Wheat prices are indeed rising globally. However, there is a noticeable gap between the FOB (free on board) and CIF (closed on board) prices. This is due to increased infrastructure costs, such as freight, insurance, and so on, Vladimir Petrichenko, CEO of the Pro Zerno analytical center, told Moskovskaya Gazeta:
“The FOB price for Russian wheat in Black Sea ports is currently $240 (19,452 rubles) per ton. Sellers want to raise the price, buyers are resisting, and normal bargaining is underway. Barley and corn prices remain unchanged: $245 (19,857 rubles) per ton of barley and $223 (18,074 rubles) per ton of corn.”
Wheat export prices may be impacted by the export duty. Specifically, it will be 135.4 rubles per ton from March 18. Furthermore, this compares to zero from mid-January to March 17, noted Tatyana Litvinenko.
“The growth of export prices is also limited by higher freight and insurance costs: last week, freight rates from Novorossiysk to Mediterranean ports increased by $1-3 per ton, and to Asian ports by $5 per ton. Freight rates from Azov Sea ports increased even more, by $5-8 per ton,” said Tatyana Litvinenko, editor-in-chief of Zerno.Online.
Global Grain Market Competition: Export Quotas and Producer Challenges
Russia continues to experience a grain overproduction relative to domestic consumption. Oddly enough, both quotas and grain export duties are in effect. Furthermore, even one of these mechanisms would be sufficient to meet the country’s domestic consumption needs and control prices.
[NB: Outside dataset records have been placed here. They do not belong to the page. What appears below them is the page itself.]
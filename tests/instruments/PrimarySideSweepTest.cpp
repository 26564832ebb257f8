// A whole sweep on the virtual bench with its primary analyser, in simulated time: the readings
// carry the primary side, and the analysis gives back the simulator's own P0, R, X and
// efficiency within their expanded uncertainties; the losses add up (P1 = P2 + losses).
#include "InstrumentsTestSupport.h"

#include "InstrumentRig.h"
#include "LineFitLiveFit.h"
#include "LinkAddress.h"
#include "PrimarySideAnalysis.h"
#include "SupplyReferral.h"
#include "SweepController.h"
#include "TransformerFormulas.h"
#include "VirtualBench.h"

#include <QDateTime>

#include <cmath>
#include <memory>

using namespace sagline;
using namespace sagline::test;

namespace {

// |measured - truth| within the expanded uncertainty (95 %), with its numbers on failure.
void expectWithinU(const std::optional<UncertainValue> &measured, double truth, const char *what)
{
    ASSERT_TRUE(measured) << what;
    ASSERT_TRUE(measured->expandedUncertainty) << what;
    EXPECT_LE(std::abs(measured->value - truth), *measured->expandedUncertainty)
        << what << ": " << measured->value << " ± " << *measured->expandedUncertainty << " against " << truth;
}

} // namespace

TEST(PrimarySideSweep, SimulatedSweepGivesBackTheSimulatorsParameters)
{
    const sagline::Setup setup = demoSetup();
    const Plan plan = planFor(setup);
    VirtualClock clock(QDateTime(QDate(2026, 12, 2), QTime(9, 0), Qt::UTC).toMSecsSinceEpoch());
    VirtualBenchOptions options = virtualBenchOptionsFor(setup, plan, 11);
    options.transformer.thermalResistanceKPerW = 0.0; // no copper heating: R stays at its 20 °C value
    // A supply that sags 1 % at rated primary current: the referral must take it out of R.
    options.transformer.supplyResistanceOhm = 0.01 * setup.nameplate.primaryVoltageV / plan.ratedPrimaryCurrentA;
    VirtualBench bench(options, &clock);
    std::unique_ptr<InstrumentRig> rig(makeVirtualBenchRig(&bench, false, nullptr, true));
    for (ScpiInstrument *instrument : rig->instruments())
        instrument->setReconnectIntervalMs(50);
    rig->connectAll();
    ASSERT_TRUE(waitUntil([&] { return rig->isReady(); }));

    SweepOptions sweepOptions = sweepOptionsFor(setup, plan);
    sweepOptions.simulated = true;
    MemorySink sink;
    LineFitLiveFit liveFit;
    SweepController controller(plan, sweepOptions, rig.get(), &sink, &liveFit, &clock);
    std::optional<SweepOutcome> outcome;
    QObject::connect(&controller, &SweepController::finished, [&](SweepOutcome o) { outcome = o; });
    clock.setAutoAdvance(true);
    controller.start();
    ASSERT_TRUE(waitUntil([&] { return outcome.has_value(); }, 20000));
    clock.setAutoAdvance(false);
    ASSERT_EQ(*outcome, SweepOutcome::Completed);
    const std::vector<Reading> &readings = sink.readings;
    ASSERT_EQ(readings.size(), plan.steps.size());
    for (const Reading &r : readings) {
        ASSERT_TRUE(r.primary.voltageV && r.primary.currentA && r.primary.powerW && r.primary.reactivePowerVar);
        EXPECT_TRUE(r.primary.uPowerW && *r.primary.uPowerW > 0.0);
        EXPECT_NE(r.rawText.find("P1: "), std::string::npos) << r.rawText;
    }

    // The analysis as a session gets it: the meters' rules, the fit on the referred readings.
    sagline::Setup recorded = setup;
    recorded.meters = rig->meterSpecs(std::nullopt);
    // The primary analyser's accuracy rules become the setup's primary meters, as the secondary
    // pair's do (gain = % of reading, offset = counts × resolution).
    ASSERT_TRUE(recorded.meters && recorded.meters->primaryVoltmeter && recorded.meters->primaryAmmeter
                && recorded.meters->powerMeter);
    const RoleConfig *powerRole = rig->roleConfig(MeterRole::PrimaryPower);
    ASSERT_NE(powerRole, nullptr);
    EXPECT_DOUBLE_EQ(recorded.meters->powerMeter->gainPercentOfReading, powerRole->accuracy.percentOfReading);
    EXPECT_DOUBLE_EQ(recorded.meters->powerMeter->offset, powerRole->accuracy.counts * powerRole->resolution);
    EXPECT_DOUBLE_EQ(recorded.meters->powerMeter->resolution, powerRole->resolution);
    const AnalysisInput analysisInput = analysisInputFor(recorded);
    SupplyAssessment supply = assessSupply(readings, setup.nameplate.primaryVoltageV, FitVoltages::Referred,
                                           defaultSupplyDriftTolerancePercent, primaryVoltmeterOf(recorded.meters));
    EXPECT_EQ(supply.fitVoltages, FitVoltages::Referred);
    EXPECT_TRUE(supply.referralGainFromSetup);
    const FitSummary fit = fitReadings(referToRatedSupply(readings, setup.nameplate.primaryVoltageV), FitMethod::Ols,
                                       fitOptionsFor(recorded.meters));
    ASSERT_TRUE(fit.ok()) << fit.message;
    AnalysisInput referredInput = analysisInput;
    referredInput.referralGainUPercent = supply.referralGainUPercent;
    const AnalysisResult analysis = analyseFit(fit, referredInput);
    ASSERT_TRUE(analysis.ok());
    const PrimarySideResult primary = analysePrimarySide(readings, &fit, &referredInput, primarySideInputFor(setup.nameplate));
    ASSERT_TRUE(primary.errors.empty());

    const TransformerParameters &t = options.transformer;
    expectWithinU(analysis.seriesResistanceOhm, t.seriesResistanceOhm, "R");
    ASSERT_TRUE(primary.openCircuit);
    expectWithinU(primary.openCircuit->noLoadLossW, t.coreLossW, "P0");
    expectWithinU(primary.seriesReactanceOhm, t.leakageReactanceOhm, "X");
    EXPECT_TRUE(primary.seriesReactanceResolved);
    const double ratedI2 = plan.ratedSecondaryCurrentA;
    expectWithinU(primary.efficiencyAtRatedPercent,
                  100.0 * formulas::modelEfficiency(t.noLoadVoltageV(), t.seriesResistanceOhm, t.coreLossW, ratedI2),
                  "efficiency at rated");
    expectWithinU(primary.maxEfficiencyCurrentA, formulas::maxEfficiencyCurrent(t.coreLossW, t.seriesResistanceOhm),
                  "peak-efficiency current");
    // The energy balance on the simulator's data: P1 = P2 + core + copper within U at every step.
    ASSERT_EQ(primary.steps.size(), plan.steps.size() - 1);
    for (const StepLosses &s : primary.steps) {
        ASSERT_TRUE(s.remainderW && s.remainderW->expandedUncertainty);
        EXPECT_LE(std::abs(s.remainderW->value), *s.remainderW->expandedUncertainty)
            << "reading " << s.readingId << ": " << s.remainderW->value << " W";
        EXPECT_GT(s.efficiencyPercent.value, 50.0);
        EXPECT_LT(s.efficiencyPercent.value, 100.0);
    }
}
Pyotr Korotchenko, Chairman of the Stavropol Krai Agricultural Employers’ Union, commented to the Moskovskaya Gazeta newspaper:
“Therefore, despite high grain production volumes, producers are unable to achieve favorable prices that would facilitate production expansion, and the profitability of this type of activity has been declining over the past five years. Meanwhile, our grain export quota is introduced in November (effective from mid-February), when there is no clear understanding of how the winter will play out, what weather conditions will be in Russia’s southern ports, and how they will impact grain shipment capabilities. Producers cannot sell beyond the quota, and this is limiting our exports.” Russian grain prices are already rising and will likely rise by another $10-15 per ton, but this will offer little benefit to producers, as export duties and logistics costs will absorb most of their income.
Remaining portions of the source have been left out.